Тот, кто только достиг зрелости, преодолел самый высокий порог, никогда не может представить, как оно бывает, когда человек стареет. Вот и Анджей не представлял себе этого. И все же это страшно интересовало его, и он хотел бы знать, как же это происходит.

— Еще узнаю. Потом, — произнес он шепотом.

Идти спать не хотелось, ведь завтра с утра его захватит установившийся ход деревенской жизни, и тогда ему уже не захочется думать об этом, зато вот сейчас перед ним такая черная, теплая ночь, и ночь эта дана ему, чтобы подумать о громадном, черном океане, в который он, как и любой юнец, выплывает безоружным и не подготовленным.

Впереди были только эти несколько часов ночного одиночества, отданные «фаустовским» размышлениям, как называл их дядя Эдгар. Анджей слышал иногда разговоры матери с дядей Эдгаром, и все, что говорил Шиллер, производило на него большое впечатление. Только он очень редко позволял себе эти «фаустовские» мысли. Несмотря на кажущуюся ребячливость, Анджей уже был очень занятым человеком, изучение разных бесплодных наук, которые приходилось зубрить перед экзаменом на аттестат зрелости, отнимало у него много времени, к тому же несколько часов уходило на легкую атлетику. Такого вот умственного окна, как сейчас, у него уже давно не было, и поэтому так приятно было наслаждаться ароматным воздухом и серьезными, взрослыми мыслями. И он упивался ими, как водкой или первым поцелуем, когда, кроме самого действия, безумное удовольствие доставляет сознание того, что он уже может это делать, что уже может так думать, что он уже достаточно взрослый для этого.

Старый пес Кудлаш вынырнул из тени и не долго думая положил голову ему на колени. Это хорошо, когда рядом пес, и Анджей подумал, что каждый год будет приезжать в Пустые Лонки и с каждым годом будет становиться все умнее и искушеннее, все совершеннее и благороднее, и только чувство любви в сердце всегда будет неизменным.

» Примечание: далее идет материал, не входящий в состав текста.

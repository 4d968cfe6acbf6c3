package dev.twofold.db.registry;

import dev.twofold.db.connect.Database;
import java.util.List;
import java.util.Optional;

/**
 * The versioned models in PostgreSQL: headers, factors (binary float32 rows) and the pointer to the
 * active model. Promotion moves the pointer in one transaction, so readers see the old or the new
 * model, never a mix.
 */
public final class ModelRegistry {

    public ModelRegistry(Database database) {
    }

    /** Inserts a new version with status {@code training} from the draft's fields (its id and status are ignored); returns its id. */
    public long create(ModelHeader draft) {
        throw new UnsupportedOperationException("db helper implements this");
    }

    /** Writes the factors of a version that is still {@code training}, with binary COPY. */
    public void storeFactors(long modelId, ModelFactors factors) {
        throw new UnsupportedOperationException("db helper implements this");
    }

    /** Sets the final status ({@code candidate}, {@code rejected} or {@code failed}), metrics and reason. */
    public void finish(long modelId, String status, String metricsJson, String reason) {
        throw new UnsupportedOperationException("db helper implements this");
    }

    /** Makes a finished version active; the previous active one becomes {@code retired} and is remembered for rollback. */
    public void promote(long modelId) {
        throw new UnsupportedOperationException("db helper implements this");
    }

    public Optional<ModelHeader> active() {
        throw new UnsupportedOperationException("db helper implements this");
    }

    public Optional<ModelHeader> find(long modelId) {
        throw new UnsupportedOperationException("db helper implements this");
    }

    /** All versions, newest first. */
    public List<ModelHeader> list() {
        throw new UnsupportedOperationException("db helper implements this");
    }

    public ModelFactors loadFactors(long modelId) {
        throw new UnsupportedOperationException("db helper implements this");
    }
}
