package dev.twofold.service;

import static org.junit.jupiter.api.Assertions.assertEquals;
import static org.junit.jupiter.api.Assertions.assertTrue;

import com.fasterxml.jackson.databind.JsonNode;
import dev.twofold.db.access.ApiKeys;
import dev.twofold.db.access.KeyRole;
import dev.twofold.db.connect.Database;
import dev.twofold.db.testing.TestDatabases;
import dev.twofold.service.testing.ApiClient;
import dev.twofold.service.testing.Await;
import dev.twofold.service.testing.KitchenDatabase;
import java.net.http.HttpResponse;
import java.nio.file.Path;
import java.time.Duration;
import java.util.HashMap;
import java.util.Map;
import java.util.concurrent.ExecutorService;
import java.util.concurrent.Executors;
import java.util.concurrent.Future;
import java.util.concurrent.TimeUnit;
import org.junit.jupiter.api.Test;
import org.junit.jupiter.api.io.TempDir;

class ServeCommandTest {

    /** Upper bound on waits: one model poll interval plus loading, with room for a busy machine. */
    private static final Duration WAIT = Duration.ofSeconds(60);

    @Test
    void serve_waits_for_a_first_model_then_answers_from_it_and_stops_cleanly(@TempDir Path dir) throws Exception {
        ExecutorService runner = Executors.newSingleThreadExecutor();
        try (Database db = TestDatabases.fresh()) {
            Map<String, String> env = new HashMap<>(TestDatabases.environment(db));
            env.put(ServiceSettings.HOST_VARIABLE, "127.0.0.1");
            env.put(ServiceSettings.PORT_VARIABLE, "0");
            String key = new ApiKeys(db).create("serve-test", KeyRole.READ).key();
            ServeCommand serve = new ServeCommand(env, false);
            Future<Integer> exit = runner.submit(serve);
            Await.until("serving", WAIT, () -> serve.port() > 0 || exit.isDone());
            ApiClient api = new ApiClient(serve.port(), key);

            assertEquals(200, api.get("/health/live").statusCode());
            assertEquals(503, api.get("/health/ready").statusCode());

            KitchenDatabase.importRatings(db, dir);
            long id = KitchenDatabase.publishModel(db);
            Await.until("ready", WAIT, () -> api.get("/health/ready").statusCode() == 200);

            assertEquals(401, api.withKey(null).get("/v1/users/ana/recommendations").statusCode(),
                    "serve checks API keys unless told otherwise");
            HttpResponse<String> response = api.get("/v1/users/ana/recommendations");
            assertEquals(200, response.statusCode(), response.body());
            JsonNode body = ApiClient.json(response);
            assertEquals(id, body.path("model").asLong());
            assertEquals("model", body.path("strategy").asText());
            body.path("items").forEach(item -> assertTrue(!item.path("item").asText().equals("soup")
                    && !item.path("item").asText().equals("stew"), "ana rated " + item));

            serve.stop();
            assertEquals(0, exit.get(WAIT.toSeconds(), TimeUnit.SECONDS));
        } finally {
            runner.shutdownNow();
            runner.awaitTermination(WAIT.toSeconds(), TimeUnit.SECONDS);
        }
    }
}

— Никогда никуда я не буду ездить, только в Пустые Лонки, — сказал он Кудлашу, гладя его теплую, словно за день нагретую солнцем, голову.

И он почувствовал в темноте ночи, как его натренированное и легкое тело пронизывает током тени и ветра, всего, что вокруг, как он сливается с мимолетным шелестом и с этим неохватным безмолвием, которое уходило далеко-далеко — за лес, в поля и далеко в высь, где тянулись скомканные тучи; чувствовал, как он сливается с молчанием, теплом и ароматом.

Одновременно он чувствовал, что тело это требует какого-то пополнения, чего-то домогается, так же как домогаются ответа все эти «фаустовские» вопросы. И несмотря на то, что он спокойно сидел на ступеньке крыльца («на ступеньке ночи», — подумал он) и гладил голову старого, молчаливого пса, он бросал в темноту шумящего парка какой-то настойчивый и важный вопрос, взывая о чем-то, на что ни ночь, ни ветер, ни парк, ни аромат не отвечали.

Но он знал, что они могли бы ответить, только не хотели. И знал, что в этом шуме есть много такого, от чего у него могла бы закружиться голова.

«Завтра будет обычный день, — подумал он, — но сегодня эта ночь до самого утра моя, и никто ее у меня не отнимет. Я должен бодрствовать и слушать, как дует ветер и трещат ветви, должен бодрствовать и слушать, как во мне что-то растет и переливается.

Что это? Кровь? Любовь? И кто меня слушает? Природа? Бог?»

Пришел старый Франтишек и потрогал его за плечо.

— Спать пора, сударь.

Но Анджей отослал его, сказав, что сам замкнет двери (запирались они на большие старомодные засовы). И просидел в одиночестве до той поры, пока не стали отчетливо вырисовываться очертания деревьев на светлеющем небе и не застучали первые тяжелые капли теплого дождя.